Griffin shakes his head. “It wasn’t a joke.”

I press my hands to the table, confusion whirling. Then I lean over and whisper, “Are you on drugs?”

Cap gasps. “Oh no.” He puts on a serious face. “Uncle Griff, we watched a movie about that at school. Did someone peer pressure you?”

Griffin curses under his breath. “I’m not on drugs.” He stands up and gets out of the booth. “Can I talk to you? Maybe in private?”

“Why would you want to do that when you just proposed oh so romantically?” Heat’s rushing through me now that I know he’s serious.

“Please, Sasha.”

I look down at my waffles, but my appetite seems to have gone sideways. I can feel eyes on me. Dozens of eyes. Maybe tens of dozens. How big is this place anyway? “Fine. Yes, let’s talk.”

He holds his hand out, but I ignore it, getting out myself and walking past him with my fists clenched, my chin high. The whole restaurant seems to have gone quiet.

The door jingles as I shove it open and storm out onto the sidewalk.

Griffin’s so close behind me he catches the door. “Sasha—”

I whirl on him. “What the hell is going on?” There are a bunch of staring people out here, too, but I’m too upset to move somewhere private.

“I’m sorry. I shouldn’t have said it like that. It just makes the most sense.”

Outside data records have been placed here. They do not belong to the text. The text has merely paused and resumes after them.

def rest_pixels(spectrum, rv=None):
    """The pixels :func:`on_rest_grid` starts from: air wavelengths, sorted, the velocity ``rv`` removed.

    Made once and handed to several :func:`on_rest_grid` calls (the parameter model's and the
    library comparison's grids) they give the same numbers as each making its own.
    """
    import astropy.units as u

    wave = wavelength_in(spectrum, "air")
    flux = np.asarray(spectrum.flux.value, float)
    good = np.isfinite(flux) & np.isfinite(wave)
    if spectrum.mask is not None:
        good &= ~np.asarray(spectrum.mask, bool)
    if not np.all(wave[1:] > wave[:-1]):   # as read, the axis increases already: nothing to reorder
        order = np.argsort(wave)
        wave, flux, good = wave[order], flux[order], good[order]
    if rv is not None:
        rv = u.Quantity(rv, u.km / u.s)
        if np.isfinite(rv.value):
            wave = wave / float(doppler_factor(rv))
    return RestPixels(wave, flux, good)


def on_rest_grid(spectrum, grid, fwhm_out, rv=None, fwhm_in=None, resolving_power=None, positive=False,
                 min_pixels=50, what="the grid", pixels=None):
    """A spectrum at rest in air wavelengths, smoothed to ``fwhm_out`` and interpolated onto ``grid``.

    The path the parameter model and the library comparison share (their shipped numbers were
    made through it): air wavelengths, sorted, the velocity removed, the pixels within five
    output FWHM of the grid kept, smoothed from ``fwhm_in`` (default lambda / R from
    ``resolving_power`` or the metadata, else 2.5 pixels) to ``fwhm_out``, then interpolated.

    Parameters
    ----------
    spectrum : specutils.Spectrum
    grid : numpy.ndarray
        Output wavelengths (Angstrom, air, increasing).
    fwhm_out : float
        Output FWHM (Angstrom).
    rv : astropy.units.Quantity, optional
        Velocity seen in the data (removed when finite); None: at rest.
    fwhm_in : float or numpy.ndarray, optional
    resolving_power : float, optional
        R when the metadata give none.
    positive : bool
        Count non-positive flux as unusable.
    min_pixels : int
        Fewest usable input pixels near the grid.
    what : str
        The grid's name, for the error message.
    pixels : RestPixels, optional
        ``rest_pixels(spectrum, rv)`` made already (``rv`` is then not used again).

    Returns
    -------
    RestGrid

    Raises
    ------
    specan.errors.AnalysisError
        When fewer than ``min_pixels`` usable pixels lie near the grid.
    """
    info = get_info(spectrum)
    wave, flux, good = rest_pixels(spectrum, rv) if pixels is None else pixels
    if positive:
        good = good & (flux > 0)
    near = (wave >= grid[0] - 5 * fwhm_out) & (wave <= grid[-1] + 5 * fwhm_out)
    if (good & near).sum() < min_pixels:
        raise AnalysisError(f"the spectrum does not overlap {what}", info.path)
    wave, flux, good = wave[near], flux[near], good[near]
    assumed = False
    if fwhm_in is None:
        r = info.resolving_power or resolving_power
        assumed = not r
        fwhm_in = wave / float(r) if r else 2.5 * float(np.median(np.diff(wave)))
    fine, smooth, fine_good = smooth_to_fwhm(wave, np.where(good, flux, 0.0), good, fwhm_in, fwhm_out)
    inside = (grid >= fine[0]) & (grid <= fine[-1])
    on = np.interp(grid, fine, smooth)
    ok = inside if fine_good.all() else inside & (np.interp(grid, fine, fine_good.astype(float)) > 0.99)
    return RestGrid(on, ok, fwhm_in, assumed, wave)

“How does marrying someone you barely know make sense?”

“It’s my best shot at keeping you safe, Sasha.” His voice is low to keep our conversation private, though the looky-loos don’t seem to notice. One older woman’s full-on stopped—she might as well have pulled out a bucket of popcorn.

I throw up my hands in exasperation. “I know that’s your whole thing, but at some point, you’ve got to have a better answer than that.”

He smiles at the woman standing next to us and seems to do a quick assessment of where we are before holding his hand out to me.

I stare at it like it’s a code I can’t decipher, and he jerks his chin toward the corner.

Right. Though I’m still a freak-out in human form, I let him guide me around the corner to a smaller street where, miraculously for this adorable but nosy small town, there are no people.

He doesn’t let go once we’re clear of people, and for a moment, I let myself lean into how good his big, warm hand feels wrapped around mine.

Then I pull it away for pride’s sake, stuffing my hands in my pants pockets.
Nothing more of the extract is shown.